PROVIDED RECORDS>
---+---

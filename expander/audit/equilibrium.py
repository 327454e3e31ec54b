"""Equilibrium: do loads and reactions of the whole body balance, and are they what was meant.

The commonest error of a half model is a factor of 2: a load in the cut plane belongs to the
modelled part by half only, and what the program listed may be the whole of it.
"""

from __future__ import annotations

from dataclasses import dataclass

import numpy as np
from numpy.typing import ArrayLike, NDArray

from expander.audit.totals import Numbers, Resultant, of_sector, scale_of, whole
from expander.groups import Group
from expander.placements import Floats

BALANCED = 1e-4  # results in single precision, or printed with six digits, keep this
_ONE_FACTOR = 1e-3  # relative misfit within which two resultants differ by a factor only


@dataclass(frozen=True, eq=False)
class Balance:
    """How well applied loads and reactions balance.

    Attributes
    ----------
    force, moment : (3,) what is left over, about the point of the applied resultant.
    relative : the larger of both, over the scales given.
    ratio : applied load over minus the reactions, where one number says it for all components.
    """

    force: Numbers
    moment: Numbers
    relative: float
    ratio: float | None


def _over(size: float, scale: float) -> float:
    return size / scale if scale > 0.0 else (0.0 if size == 0.0 else np.inf)


def _factor(found: Numbers, expected: Numbers) -> float | None:
    """The real ``k`` with ``found = k expected``, by least squares; None if there is none."""
    length = float(np.vdot(expected, expected).real)
    if length == 0.0:
        return None
    k = float(np.vdot(expected, found).real) / length
    misfit = float(np.linalg.norm(found - k * expected))
    size = max(float(np.linalg.norm(found)), float(np.sqrt(length)))
    return k if misfit <= _ONE_FACTOR * size else None


def balance(
    applied: Resultant, reaction: Resultant, scale_force: float, scale_moment: float
) -> Balance:
    """Equilibrium of the whole body.

    Parameters
    ----------
    applied, reaction : of the **whole body** (`whole`), reactions with the sign of forces on the
        body. Sums over some copies only do not balance.
    scale_force, scale_moment : what the residual is compared with, as from `scale_of` times the
        number of copies.

    Examples
    --------
    >>> up, down = (Resultant(np.array([0.0, 0.0, f]), np.zeros(3), np.zeros(3)) for f in (1, -2))
    >>> found = balance(down, up, 2.0, 1.0)
    >>> found.force.tolist(), found.relative, found.ratio
    ([0.0, 0.0, -1.0], 0.5, 2.0)
    """
    back = reaction.at(applied.about)
    rest = applied + back
    relative = max(
        _over(float(np.linalg.norm(rest.force)), scale_force),
        _over(float(np.linalg.norm(rest.moment)), scale_moment),
    )
    arm = scale_moment / scale_force if min(scale_moment, scale_force) > 0.0 else 1.0
    found = np.concatenate([applied.force, applied.moment / arm])
    expected = -np.concatenate([back.force, back.moment / arm])
    return Balance(rest.force, rest.moment, relative, _factor(found, expected))


@dataclass(frozen=True, eq=False)
class InPlane:
    """The part of the load that sits at seam nodes.

    Attributes
    ----------
    share : its resultant in the whole body.
    fraction : magnitudes of the forces at seam nodes over those of all.
    divided : the balance that dividing them by the number of copies at the node would give.
    balances : whether that balance closes while the load as given does not.
    words : one sentence.
    """

    share: Resultant
    fraction: float
    divided: Balance
    balances: bool
    words: str


def in_plane_share(
    points: NDArray[np.floating],
    forces: Numbers,
    multiplicity: NDArray[np.integer],
    group: Group,
    chi: Numbers,
    reaction: Resultant,
    tolerance: float = BALANCED,
) -> InPlane:
    """Whether loads at seam nodes were given in full, and not as the sector's share.

    Parameters
    ----------
    points, forces : (n, 3), the sector's own values.
    multiplicity : (n,) how many copies (counting a node's partners) share each node; 1 elsewhere.
    chi : (copies,).
    reaction : of the whole body; or minus the resultant that the load should have.
    tolerance : relative to the sum of the force magnitudes.

    Examples
    --------
    >>> from expander.groups import CutPlane, make_group
    >>> mid = make_group([CutPlane("mid", np.array([1.0, 0.0, 0.0]), np.zeros(3))], None)
    >>> down = Resultant(np.array([0.0, 0.0, 6.0]), np.zeros(3), np.zeros(3))
    >>> print(in_plane_share(np.zeros((1, 3)), np.array([[0.0, 0.0, -6.0]]), np.array([2]), mid,
    ...                      np.ones(2), down).words)
    100 % of the load sits at nodes that copies share; halved there it balances: was a load in a \
cut plane given in full, and not by half?
    """
    shared = np.asarray(multiplicity) > 1
    about = reaction.about

    def total(values: Numbers) -> Resultant:
        return whole(of_sector(points, values, None, about), group, chi)

    scales = scale_of(points, forces, None, about)
    scale_force, scale_moment = (len(group) * s for s in scales)
    on_seam = np.where(shared[:, None], forces, 0.0)
    share = total(on_seam)
    given = balance(total(forces), reaction, scale_force, scale_moment)
    less = total(forces / np.asarray(multiplicity)[:, None])
    divided = balance(less, reaction, scale_force, scale_moment)
    fraction = _over(float(np.linalg.norm(on_seam, axis=1).sum()), scales[0])
    balances = given.relative > tolerance >= divided.relative
    words = f"{100 * fraction:.3g} % of the load sits at nodes that copies share"
    if balances:
        loaded = shared & (np.abs(forces) > 0.0).any(axis=1)
        most = int(np.asarray(multiplicity)[loaded].max())
        by, share_words = ("halved", "half") if most == 2 else (f"divided by up to {most}", "share")
        where = "a cut plane" if group.planes else "a seam"
        words += (
            f"; {by} there it balances: was a load in {where} given in full, and not by "
            f"{share_words}?"
        )
    elif given.relative <= tolerance:
        words += "; the load balances as it is given"
    else:
        words += "; divided by the number of copies there it does not balance either"
    return InPlane(share, fraction, divided, balances, words)


@dataclass(frozen=True, eq=False)
class Expected:
    """A total of the whole body against the one that the user expects.

    Attributes
    ----------
    found, expected : (3,). ratio : least-squares factor along the expected direction, if it has
        one. ok : whether they agree. words : one sentence.
    """

    found: Numbers
    expected: Floats
    ratio: float | None
    ok: bool
    words: str


def against_expected(
    found: Numbers,
    expected: ArrayLike,
    tolerance: float,
    group: Group | None = None,
    name: str = "force",
    scale: float = 0.0,
) -> Expected:
    """Compare a total with the expected one, and say what a known factor between them means.

    Parameters
    ----------
    found, expected : (3,) of the whole body.
    tolerance : relative to the length of `expected`, or to `scale` if nothing is expected.
    group : gives the factors N and |G| their meaning.
    name : of what is compared, "force" or "moment".
    scale : sum of magnitudes, for an expected total of zero.

    Examples
    --------
    >>> print(against_expected(np.array([0.0, 0.0, -4.0]), [0, 0, -2], 1e-3).words)
    the whole body has 2 times the force expected: was a load in a cut plane given in full, and \
not by half?
    """
    want = np.asarray(expected, dtype=float)
    length = float(np.linalg.norm(want))
    off = float(np.linalg.norm(found - want))
    ok = bool(off <= tolerance * (length if length > 0.0 else scale))
    ratio = float((want @ found).real) / length**2 if length > 0.0 else None
    shown = f"({', '.join(f'{c:.6g}' for c in np.asarray(found))})"
    wanted = f"({', '.join(f'{c:.6g}' for c in want)})"
    if ok:
        return Expected(found, want, ratio, ok, f"the whole body has the {name} expected, {shown}")
    factor = _factor(found, want)
    if factor is None or factor == 0.0 or not np.any(found):
        words = f"the whole body has the {name} {shown}, expected {wanted}"
        return Expected(found, want, ratio, ok, words)
    words = f"the whole body has {factor:.4g} times the {name} expected"
    hints = _hints(factor, group, tolerance)
    if hints:
        words += f": {', or '.join(hints)}?"
    return Expected(found, want, ratio, ok, words)


def _hints(factor: float, group: Group | None, tolerance: float) -> list[str]:
    """Questions that a known factor suggests, most likely first."""
    copies = 1 if group is None else len(group)
    sectors = 0 if group is None or group.axis is None else group.axis.sectors
    where = "a cut plane" if group is None or group.planes else "the sector's seam"
    known = [
        (-1.0, "is it a reaction, or the direction the other way round"),
        (2.0, f"was a load in {where} given in full, and not by half"),
        (0.5, f"was a load in {where} halved twice"),
    ]
    if sectors > 2:
        known += [
            (sectors, "was a load on the axis given in full, and not by 1/N"),
            (1.0 / sectors, "was a load on the axis divided by N twice"),
        ]
    if copies > 1:
        known += [
            (copies, "was the load of the whole body given to the modelled part"),
            (1.0 / copies, "was the modelled part's load divided by the number of copies, or is "
             "only one copy loaded"),
        ]  # fmt: skip
    near = max(tolerance, _ONE_FACTOR)
    return [words for value, words in known if abs(factor - value) <= near * abs(value)]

---+---

ASSIGNMENT>
Using the records above, restate word for word the lines from the one with "chi : (copies,)." through the one with "def total(values: Numbers)", both included.

WORKED SOLUTION>
    chi : (copies,).
    reaction : of the whole body; or minus the resultant that the load should have.
    tolerance : relative to the sum of the force magnitudes.

    Examples
    --------
    >>> from expander.groups import CutPlane, make_group
    >>> mid = make_group([CutPlane("mid", np.array([1.0, 0.0, 0.0]), np.zeros(3))], None)
    >>> down = Resultant(np.array([0.0, 0.0, 6.0]), np.zeros(3), np.zeros(3))
    >>> print(in_plane_share(np.zeros((1, 3)), np.array([[0.0, 0.0, -6.0]]), np.array([2]), mid,
    ...                      np.ones(2), down).words)
    100 % of the load sits at nodes that copies share; halved there it balances: was a load in a \
cut plane given in full, and not by half?
    """
    shared = np.asarray(multiplicity) > 1
    about = reaction.about

    def total(values: Numbers) -> Resultant:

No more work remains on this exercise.